PROMPT
Below are records; how many of their lines contain "fields"? Answer with only the number.

SUPPLIED DATA
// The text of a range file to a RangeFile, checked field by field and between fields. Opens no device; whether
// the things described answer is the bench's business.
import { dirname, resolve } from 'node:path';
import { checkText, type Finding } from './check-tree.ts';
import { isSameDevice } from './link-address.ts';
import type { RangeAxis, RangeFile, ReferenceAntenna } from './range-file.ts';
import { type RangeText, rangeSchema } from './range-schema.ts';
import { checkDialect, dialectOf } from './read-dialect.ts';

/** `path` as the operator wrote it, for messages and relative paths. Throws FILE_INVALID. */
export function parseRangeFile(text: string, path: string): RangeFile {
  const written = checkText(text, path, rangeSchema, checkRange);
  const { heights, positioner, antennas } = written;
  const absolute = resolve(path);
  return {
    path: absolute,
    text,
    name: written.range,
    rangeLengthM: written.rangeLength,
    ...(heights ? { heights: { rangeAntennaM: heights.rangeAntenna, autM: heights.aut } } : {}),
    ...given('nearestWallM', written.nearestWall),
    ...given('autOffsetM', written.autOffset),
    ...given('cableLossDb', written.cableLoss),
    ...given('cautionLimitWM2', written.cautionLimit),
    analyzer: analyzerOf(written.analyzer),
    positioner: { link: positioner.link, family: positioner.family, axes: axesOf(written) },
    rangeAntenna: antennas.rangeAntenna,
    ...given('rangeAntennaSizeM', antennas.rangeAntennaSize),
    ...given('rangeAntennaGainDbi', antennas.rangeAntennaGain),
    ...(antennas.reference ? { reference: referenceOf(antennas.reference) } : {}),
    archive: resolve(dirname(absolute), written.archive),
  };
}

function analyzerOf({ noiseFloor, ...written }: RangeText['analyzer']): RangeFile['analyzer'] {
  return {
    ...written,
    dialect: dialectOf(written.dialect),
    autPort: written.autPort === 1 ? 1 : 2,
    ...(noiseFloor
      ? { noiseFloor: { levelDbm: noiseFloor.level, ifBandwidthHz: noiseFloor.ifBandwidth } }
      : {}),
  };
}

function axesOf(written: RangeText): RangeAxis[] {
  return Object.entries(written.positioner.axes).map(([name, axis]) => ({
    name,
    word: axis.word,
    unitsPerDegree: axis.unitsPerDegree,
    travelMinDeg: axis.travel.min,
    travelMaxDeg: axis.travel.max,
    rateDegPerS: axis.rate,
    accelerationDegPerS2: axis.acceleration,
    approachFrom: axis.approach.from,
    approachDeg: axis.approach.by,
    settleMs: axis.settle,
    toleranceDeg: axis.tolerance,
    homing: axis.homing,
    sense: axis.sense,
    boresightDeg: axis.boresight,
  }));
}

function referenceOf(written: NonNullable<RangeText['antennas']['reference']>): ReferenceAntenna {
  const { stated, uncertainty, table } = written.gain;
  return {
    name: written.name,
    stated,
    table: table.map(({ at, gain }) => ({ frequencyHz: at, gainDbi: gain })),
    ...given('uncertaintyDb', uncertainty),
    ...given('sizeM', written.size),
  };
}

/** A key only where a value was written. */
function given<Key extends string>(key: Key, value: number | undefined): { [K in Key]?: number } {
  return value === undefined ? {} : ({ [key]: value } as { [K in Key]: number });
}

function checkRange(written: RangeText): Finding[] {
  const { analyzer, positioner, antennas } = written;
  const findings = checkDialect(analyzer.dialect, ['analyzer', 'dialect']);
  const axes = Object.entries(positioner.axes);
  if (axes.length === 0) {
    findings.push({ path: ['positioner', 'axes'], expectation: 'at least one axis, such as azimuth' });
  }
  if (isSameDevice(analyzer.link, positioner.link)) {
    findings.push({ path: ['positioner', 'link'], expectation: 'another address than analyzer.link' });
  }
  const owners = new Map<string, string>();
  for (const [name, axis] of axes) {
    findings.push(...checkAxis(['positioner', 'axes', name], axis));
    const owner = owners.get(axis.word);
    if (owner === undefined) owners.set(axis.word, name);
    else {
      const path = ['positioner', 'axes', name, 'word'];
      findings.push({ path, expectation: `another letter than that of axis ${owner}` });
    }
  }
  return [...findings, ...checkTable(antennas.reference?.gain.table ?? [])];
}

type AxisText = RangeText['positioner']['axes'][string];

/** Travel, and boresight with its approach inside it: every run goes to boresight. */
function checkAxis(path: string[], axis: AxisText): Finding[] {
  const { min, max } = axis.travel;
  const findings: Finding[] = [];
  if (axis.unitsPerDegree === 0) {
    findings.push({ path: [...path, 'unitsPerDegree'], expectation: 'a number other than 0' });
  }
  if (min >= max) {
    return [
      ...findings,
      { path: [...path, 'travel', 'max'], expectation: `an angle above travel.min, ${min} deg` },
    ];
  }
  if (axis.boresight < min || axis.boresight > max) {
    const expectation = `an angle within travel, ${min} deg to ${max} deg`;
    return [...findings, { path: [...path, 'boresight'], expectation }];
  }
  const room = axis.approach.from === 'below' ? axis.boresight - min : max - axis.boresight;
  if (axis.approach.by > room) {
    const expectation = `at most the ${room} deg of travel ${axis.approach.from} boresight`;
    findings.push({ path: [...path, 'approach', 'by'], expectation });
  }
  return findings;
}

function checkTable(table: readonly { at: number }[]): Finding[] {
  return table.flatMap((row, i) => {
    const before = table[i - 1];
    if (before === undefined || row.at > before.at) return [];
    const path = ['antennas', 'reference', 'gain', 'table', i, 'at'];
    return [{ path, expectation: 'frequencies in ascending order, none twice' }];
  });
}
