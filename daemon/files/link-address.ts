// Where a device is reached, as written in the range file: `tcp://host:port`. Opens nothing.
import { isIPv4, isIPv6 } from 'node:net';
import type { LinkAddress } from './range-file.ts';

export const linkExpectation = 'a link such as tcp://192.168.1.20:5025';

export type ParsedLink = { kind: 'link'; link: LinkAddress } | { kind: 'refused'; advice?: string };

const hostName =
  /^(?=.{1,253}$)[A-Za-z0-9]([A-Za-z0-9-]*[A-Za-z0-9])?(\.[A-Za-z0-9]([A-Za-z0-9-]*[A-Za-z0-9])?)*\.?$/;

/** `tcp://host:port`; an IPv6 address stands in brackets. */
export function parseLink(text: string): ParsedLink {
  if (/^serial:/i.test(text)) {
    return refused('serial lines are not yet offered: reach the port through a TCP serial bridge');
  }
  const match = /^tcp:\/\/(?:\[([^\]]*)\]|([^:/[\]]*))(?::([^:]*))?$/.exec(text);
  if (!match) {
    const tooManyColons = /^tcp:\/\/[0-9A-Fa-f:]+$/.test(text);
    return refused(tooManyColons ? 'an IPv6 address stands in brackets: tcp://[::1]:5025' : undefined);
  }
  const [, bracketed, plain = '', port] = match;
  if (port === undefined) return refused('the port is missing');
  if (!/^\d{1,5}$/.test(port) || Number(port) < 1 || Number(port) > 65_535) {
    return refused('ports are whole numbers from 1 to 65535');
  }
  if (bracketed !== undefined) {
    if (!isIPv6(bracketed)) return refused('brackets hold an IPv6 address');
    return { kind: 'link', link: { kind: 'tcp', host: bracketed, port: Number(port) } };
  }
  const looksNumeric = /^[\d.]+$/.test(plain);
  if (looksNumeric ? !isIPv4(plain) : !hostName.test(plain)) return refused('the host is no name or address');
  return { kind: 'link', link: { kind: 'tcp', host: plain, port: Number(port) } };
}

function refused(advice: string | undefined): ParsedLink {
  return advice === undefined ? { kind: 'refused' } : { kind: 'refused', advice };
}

==

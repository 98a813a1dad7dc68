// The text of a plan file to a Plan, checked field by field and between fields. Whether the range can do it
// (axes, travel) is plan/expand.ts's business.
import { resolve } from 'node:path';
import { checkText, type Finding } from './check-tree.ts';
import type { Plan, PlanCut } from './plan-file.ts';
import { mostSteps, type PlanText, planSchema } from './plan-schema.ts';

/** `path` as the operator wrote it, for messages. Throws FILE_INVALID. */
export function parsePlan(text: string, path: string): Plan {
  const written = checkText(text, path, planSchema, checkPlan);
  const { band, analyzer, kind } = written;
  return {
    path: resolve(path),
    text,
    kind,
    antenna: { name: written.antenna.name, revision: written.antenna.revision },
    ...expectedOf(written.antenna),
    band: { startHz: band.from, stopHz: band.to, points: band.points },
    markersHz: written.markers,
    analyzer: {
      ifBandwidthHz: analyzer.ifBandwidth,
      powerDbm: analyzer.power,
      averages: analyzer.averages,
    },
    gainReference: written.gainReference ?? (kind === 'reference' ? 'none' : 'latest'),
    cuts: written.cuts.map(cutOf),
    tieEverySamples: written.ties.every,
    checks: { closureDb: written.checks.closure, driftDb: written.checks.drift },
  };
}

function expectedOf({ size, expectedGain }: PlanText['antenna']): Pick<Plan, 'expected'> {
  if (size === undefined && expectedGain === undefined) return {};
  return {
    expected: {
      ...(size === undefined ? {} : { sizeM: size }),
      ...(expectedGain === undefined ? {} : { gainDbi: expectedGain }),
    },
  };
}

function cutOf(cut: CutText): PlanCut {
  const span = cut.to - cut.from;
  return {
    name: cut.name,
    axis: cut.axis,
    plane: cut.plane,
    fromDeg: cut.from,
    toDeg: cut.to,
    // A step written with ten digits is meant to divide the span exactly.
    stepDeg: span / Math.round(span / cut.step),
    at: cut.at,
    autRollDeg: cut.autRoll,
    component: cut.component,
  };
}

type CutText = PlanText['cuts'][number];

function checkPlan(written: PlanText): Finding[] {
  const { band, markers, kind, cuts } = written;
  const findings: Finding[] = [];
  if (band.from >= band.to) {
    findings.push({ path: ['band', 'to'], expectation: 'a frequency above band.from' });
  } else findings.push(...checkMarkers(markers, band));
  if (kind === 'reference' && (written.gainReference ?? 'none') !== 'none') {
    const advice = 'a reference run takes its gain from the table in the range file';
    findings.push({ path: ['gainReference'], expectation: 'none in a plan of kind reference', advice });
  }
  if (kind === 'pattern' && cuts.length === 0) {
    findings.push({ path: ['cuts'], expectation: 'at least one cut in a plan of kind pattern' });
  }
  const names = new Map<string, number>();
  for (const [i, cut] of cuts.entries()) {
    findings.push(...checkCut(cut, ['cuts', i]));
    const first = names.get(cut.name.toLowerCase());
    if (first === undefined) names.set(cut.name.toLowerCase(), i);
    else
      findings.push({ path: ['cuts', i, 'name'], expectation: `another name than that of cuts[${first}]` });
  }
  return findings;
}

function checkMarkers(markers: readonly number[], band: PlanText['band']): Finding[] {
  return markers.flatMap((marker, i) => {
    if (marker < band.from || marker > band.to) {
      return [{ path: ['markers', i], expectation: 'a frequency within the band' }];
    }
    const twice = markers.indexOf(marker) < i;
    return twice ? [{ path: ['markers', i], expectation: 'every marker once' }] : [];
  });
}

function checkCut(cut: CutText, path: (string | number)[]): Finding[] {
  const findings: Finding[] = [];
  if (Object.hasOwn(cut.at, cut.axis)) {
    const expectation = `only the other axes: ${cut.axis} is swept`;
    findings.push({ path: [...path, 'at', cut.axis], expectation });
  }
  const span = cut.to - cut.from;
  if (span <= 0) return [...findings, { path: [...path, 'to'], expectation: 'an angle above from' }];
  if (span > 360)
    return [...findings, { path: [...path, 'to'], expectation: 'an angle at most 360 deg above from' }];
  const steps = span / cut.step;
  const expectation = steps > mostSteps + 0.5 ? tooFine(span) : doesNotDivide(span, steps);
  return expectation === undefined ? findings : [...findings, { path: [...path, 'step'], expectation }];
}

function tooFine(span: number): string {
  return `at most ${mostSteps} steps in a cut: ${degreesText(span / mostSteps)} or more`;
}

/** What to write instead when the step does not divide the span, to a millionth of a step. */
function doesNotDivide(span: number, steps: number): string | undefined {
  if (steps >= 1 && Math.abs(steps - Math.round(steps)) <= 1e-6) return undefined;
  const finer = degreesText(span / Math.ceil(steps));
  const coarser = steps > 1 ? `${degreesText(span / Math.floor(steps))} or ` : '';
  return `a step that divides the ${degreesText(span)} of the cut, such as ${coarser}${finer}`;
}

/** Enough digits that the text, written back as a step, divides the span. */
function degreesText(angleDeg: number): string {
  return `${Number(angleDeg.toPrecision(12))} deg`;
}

--

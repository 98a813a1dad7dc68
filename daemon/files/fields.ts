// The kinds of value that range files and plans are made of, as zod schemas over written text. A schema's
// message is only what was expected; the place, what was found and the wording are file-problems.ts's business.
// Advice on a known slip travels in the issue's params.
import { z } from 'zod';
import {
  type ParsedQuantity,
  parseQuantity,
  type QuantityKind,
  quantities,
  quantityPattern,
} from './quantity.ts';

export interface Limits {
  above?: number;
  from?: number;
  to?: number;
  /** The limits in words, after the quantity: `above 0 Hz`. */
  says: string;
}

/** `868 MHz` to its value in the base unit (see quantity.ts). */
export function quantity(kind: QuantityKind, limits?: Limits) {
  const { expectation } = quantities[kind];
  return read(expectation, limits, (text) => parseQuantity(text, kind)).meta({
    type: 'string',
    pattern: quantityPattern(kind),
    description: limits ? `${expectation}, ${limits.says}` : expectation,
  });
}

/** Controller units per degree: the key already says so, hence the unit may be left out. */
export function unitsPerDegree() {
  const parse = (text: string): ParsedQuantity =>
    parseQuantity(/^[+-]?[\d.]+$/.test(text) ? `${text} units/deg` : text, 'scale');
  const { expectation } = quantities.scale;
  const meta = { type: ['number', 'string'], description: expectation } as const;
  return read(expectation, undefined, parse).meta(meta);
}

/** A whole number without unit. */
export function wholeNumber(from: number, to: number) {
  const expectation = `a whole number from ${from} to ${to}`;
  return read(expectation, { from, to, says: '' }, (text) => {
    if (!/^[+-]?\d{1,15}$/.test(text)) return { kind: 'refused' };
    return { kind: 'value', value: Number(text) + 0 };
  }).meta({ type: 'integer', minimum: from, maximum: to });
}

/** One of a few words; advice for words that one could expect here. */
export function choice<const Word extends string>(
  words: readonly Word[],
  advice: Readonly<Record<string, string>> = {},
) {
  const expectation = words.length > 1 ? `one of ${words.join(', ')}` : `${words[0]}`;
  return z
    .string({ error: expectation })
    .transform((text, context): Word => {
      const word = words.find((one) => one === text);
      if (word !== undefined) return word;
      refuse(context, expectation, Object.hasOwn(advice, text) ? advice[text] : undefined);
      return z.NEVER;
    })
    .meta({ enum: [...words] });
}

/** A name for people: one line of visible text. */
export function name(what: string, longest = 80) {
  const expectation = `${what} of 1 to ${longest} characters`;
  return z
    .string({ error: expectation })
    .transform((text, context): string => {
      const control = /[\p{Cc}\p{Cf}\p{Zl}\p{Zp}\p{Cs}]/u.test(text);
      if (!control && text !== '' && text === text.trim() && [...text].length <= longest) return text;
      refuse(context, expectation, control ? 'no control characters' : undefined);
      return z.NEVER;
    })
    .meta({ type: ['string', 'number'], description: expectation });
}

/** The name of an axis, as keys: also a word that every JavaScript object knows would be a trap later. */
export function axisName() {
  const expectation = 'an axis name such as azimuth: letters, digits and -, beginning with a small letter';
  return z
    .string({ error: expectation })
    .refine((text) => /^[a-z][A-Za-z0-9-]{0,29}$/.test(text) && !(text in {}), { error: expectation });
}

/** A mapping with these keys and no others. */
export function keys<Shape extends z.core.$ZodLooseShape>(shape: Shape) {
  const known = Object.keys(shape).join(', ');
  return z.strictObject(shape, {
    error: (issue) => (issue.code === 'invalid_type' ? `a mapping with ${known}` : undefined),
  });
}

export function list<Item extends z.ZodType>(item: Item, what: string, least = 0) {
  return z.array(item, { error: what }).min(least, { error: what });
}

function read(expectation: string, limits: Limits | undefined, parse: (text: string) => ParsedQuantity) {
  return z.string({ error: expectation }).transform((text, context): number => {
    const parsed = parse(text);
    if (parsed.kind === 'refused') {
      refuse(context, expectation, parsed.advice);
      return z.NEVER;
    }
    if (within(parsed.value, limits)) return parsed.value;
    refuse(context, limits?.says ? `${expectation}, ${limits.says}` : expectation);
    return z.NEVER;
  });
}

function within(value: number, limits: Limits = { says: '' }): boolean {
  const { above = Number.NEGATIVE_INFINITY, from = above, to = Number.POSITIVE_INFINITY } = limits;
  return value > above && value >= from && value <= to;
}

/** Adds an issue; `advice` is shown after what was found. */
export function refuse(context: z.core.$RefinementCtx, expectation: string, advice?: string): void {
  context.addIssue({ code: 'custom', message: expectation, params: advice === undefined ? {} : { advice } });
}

EXERCISE ANSWER
3